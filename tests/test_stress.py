"""Stress cases: Bayes' rule for a changed base rate, common random numbers with the base case, the
identities that hold when a case changes nothing that matters, and how cases reach the outputs.

Histories here are invented test data (``tests/conftest.py``), calibrated by construction.
"""

from __future__ import annotations

import json
import re
from pathlib import Path

import numpy as np
import pytest
from typer.testing import CliRunner

from conftest import EXAMPLE_COSTS
from simulator.cli import app
from simulator.inputs.errors import InputError
from simulator.account.outputs import summary
from simulator.replay.resample import Resampler, season_calendar
from simulator.run import run, run_history
from simulator.inputs.scenario import read_scenario, scenario_from_text
from simulator.inputs.history import history_from_frame
from simulator.analysis.probability_changes import degrade, prior_shift, shift_odds

REPLICATES = 120  # small: these tests check identities and wiring, not precision

SEASON = {"months": [4, 5, 6, 7, 8, 9]}


def _odds(p):
    return p / (1 - p)


# ---- Bayes' rule for a new base rate ----------------------------------------------------------

def test_prior_shift_matches_the_hand_worked_bayes_example():
    # Elkan (2001), "The foundations of cost-sensitive learning", IJCAI, Theorem 2; Saerens, Latinne
    # and Decaestecker (2002), Neural Computation 14(1), section 2 (from memory). p = 0.5 calibrated at b = 0.3,
    # new base rate b' = 0.1:
    #   p' = b'(p - p b) / (b - p b + b' p - b b')
    #      = 0.1 (0.5 - 0.15) / (0.3 - 0.15 + 0.05 - 0.03) = 0.035 / 0.17 = 0.205882...
    # Equivalently in odds: odds(p') = 1 * (0.1/0.9) / (0.3/0.7) = 0.259259, p' = 0.259259/1.259259.
    assert prior_shift(0.5, 0.3, 0.1) == pytest.approx(0.2059, abs=5e-5)
    assert prior_shift(0.5, 0.3, 0.1) == pytest.approx(0.035 / 0.17, rel=1e-12)


def test_prior_shift_rescales_the_odds_and_keeps_the_order():
    # the odds form of Bayes' rule (Saerens et al. 2002; METHODS.md 1.5): odds(p') = odds(p) * odds(b')/odds(b)
    p = np.linspace(0.01, 0.99, 99)
    shifted = prior_shift(p, 0.3, 0.1)
    np.testing.assert_allclose(_odds(shifted), _odds(p) * _odds(0.1) / _odds(0.3), rtol=1e-12)
    assert np.all(np.diff(shifted) > 0)
    # METHODS.md 2.3 (derived, checked numerically): to act at p* = 0.45 in the rarer year, the
    # cutoff on the old scale rises to 0.7594
    assert prior_shift(0.7594, 0.3, 0.1) == pytest.approx(0.45, abs=1e-4)
    assert np.array_equal(prior_shift(p, 0.3, 0.3), p)
    # the same change written as a factor on the odds (used by the calibrated mode)
    np.testing.assert_allclose(shift_odds(p, np.log(_odds(0.1) / _odds(0.3))), shifted, rtol=1e-12)


def test_degrade_keeps_the_stated_share_of_the_distance_from_the_base_rate():
    # skill = 0.7 keeps 70% of the distance (the definition); linear shrinkage, common practice
    p = np.array([0.1, 0.3, 0.9])
    np.testing.assert_allclose(degrade(p, 0.3, 0.7) - 0.3, 0.7 * (p - 0.3))
    np.testing.assert_allclose(degrade(p, 0.3, 0.0), 0.3)


# ---- a small synthetic world ------------------------------------------------------------------

@pytest.fixture(scope="module")
def world(synthetic):
    """Four seasons (April to September) of calibrated daily forecasts with wet spells."""
    return synthetic.markov_frame(np.random.default_rng(20270501), years=4, p01=0.2, p11=0.6,
                                  start="2019-01-01")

....................

• **What the exercise asks**
An exact transcription of all the material above is the expected answer.

• **Written answer**
filename tests/test_stress.py
"""Stress cases: Bayes' rule for a changed base rate, common random numbers with the base case, the
identities that hold when a case changes nothing that matters, and how cases reach the outputs.

Histories here are invented test data (``tests/conftest.py``), calibrated by construction.
"""

from __future__ import annotations

import json
import re
from pathlib import Path

import numpy as np
import pytest
from typer.testing import CliRunner

from conftest import EXAMPLE_COSTS
from simulator.cli import app
from simulator.inputs.errors import InputError
from simulator.account.outputs import summary
from simulator.replay.resample import Resampler, season_calendar
from simulator.run import run, run_history
from simulator.inputs.scenario import read_scenario, scenario_from_text
from simulator.inputs.history import history_from_frame
from simulator.analysis.probability_changes import degrade, prior_shift, shift_odds

REPLICATES = 120  # small: these tests check identities and wiring, not precision

SEASON = {"months": [4, 5, 6, 7, 8, 9]}


def _odds(p):
    return p / (1 - p)


# ---- Bayes' rule for a new base rate ----------------------------------------------------------

def test_prior_shift_matches_the_hand_worked_bayes_example():
    # Elkan (2001), "The foundations of cost-sensitive learning", IJCAI, Theorem 2; Saerens, Latinne
    # and Decaestecker (2002), Neural Computation 14(1), section 2 (from memory). p = 0.5 calibrated at b = 0.3,
    # new base rate b' = 0.1:
    #   p' = b'(p - p b) / (b - p b + b' p - b b')
    #      = 0.1 (0.5 - 0.15) / (0.3 - 0.15 + 0.05 - 0.03) = 0.035 / 0.17 = 0.205882...
    # Equivalently in odds: odds(p') = 1 * (0.1/0.9) / (0.3/0.7) = 0.259259, p' = 0.259259/1.259259.
    assert prior_shift(0.5, 0.3, 0.1) == pytest.approx(0.2059, abs=5e-5)
    assert prior_shift(0.5, 0.3, 0.1) == pytest.approx(0.035 / 0.17, rel=1e-12)


def test_prior_shift_rescales_the_odds_and_keeps_the_order():
    # the odds form of Bayes' rule (Saerens et al. 2002; METHODS.md 1.5): odds(p') = odds(p) * odds(b')/odds(b)
    p = np.linspace(0.01, 0.99, 99)
    shifted = prior_shift(p, 0.3, 0.1)
    np.testing.assert_allclose(_odds(shifted), _odds(p) * _odds(0.1) / _odds(0.3), rtol=1e-12)
    assert np.all(np.diff(shifted) > 0)
    # METHODS.md 2.3 (derived, checked numerically): to act at p* = 0.45 in the rarer year, the
    # cutoff on the old scale rises to 0.7594
    assert prior_shift(0.7594, 0.3, 0.1) == pytest.approx(0.45, abs=1e-4)
    assert np.array_equal(prior_shift(p, 0.3, 0.3), p)
    # the same change written as a factor on the odds (used by the calibrated mode)
    np.testing.assert_allclose(shift_odds(p, np.log(_odds(0.1) / _odds(0.3))), shifted, rtol=1e-12)


def test_degrade_keeps_the_stated_share_of_the_distance_from_the_base_rate():
    # skill = 0.7 keeps 70% of the distance (the definition); linear shrinkage, common practice
    p = np.array([0.1, 0.3, 0.9])
    np.testing.assert_allclose(degrade(p, 0.3, 0.7) - 0.3, 0.7 * (p - 0.3))
    np.testing.assert_allclose(degrade(p, 0.3, 0.0), 0.3)


# ---- a small synthetic world ------------------------------------------------------------------

@pytest.fixture(scope="module")
def world(synthetic):
    """Four seasons (April to September) of calibrated daily forecasts with wet spells."""
    return synthetic.markov_frame(np.random.default_rng(20270501), years=4, p01=0.2, p11=0.6,
                                  start="2019-01-01")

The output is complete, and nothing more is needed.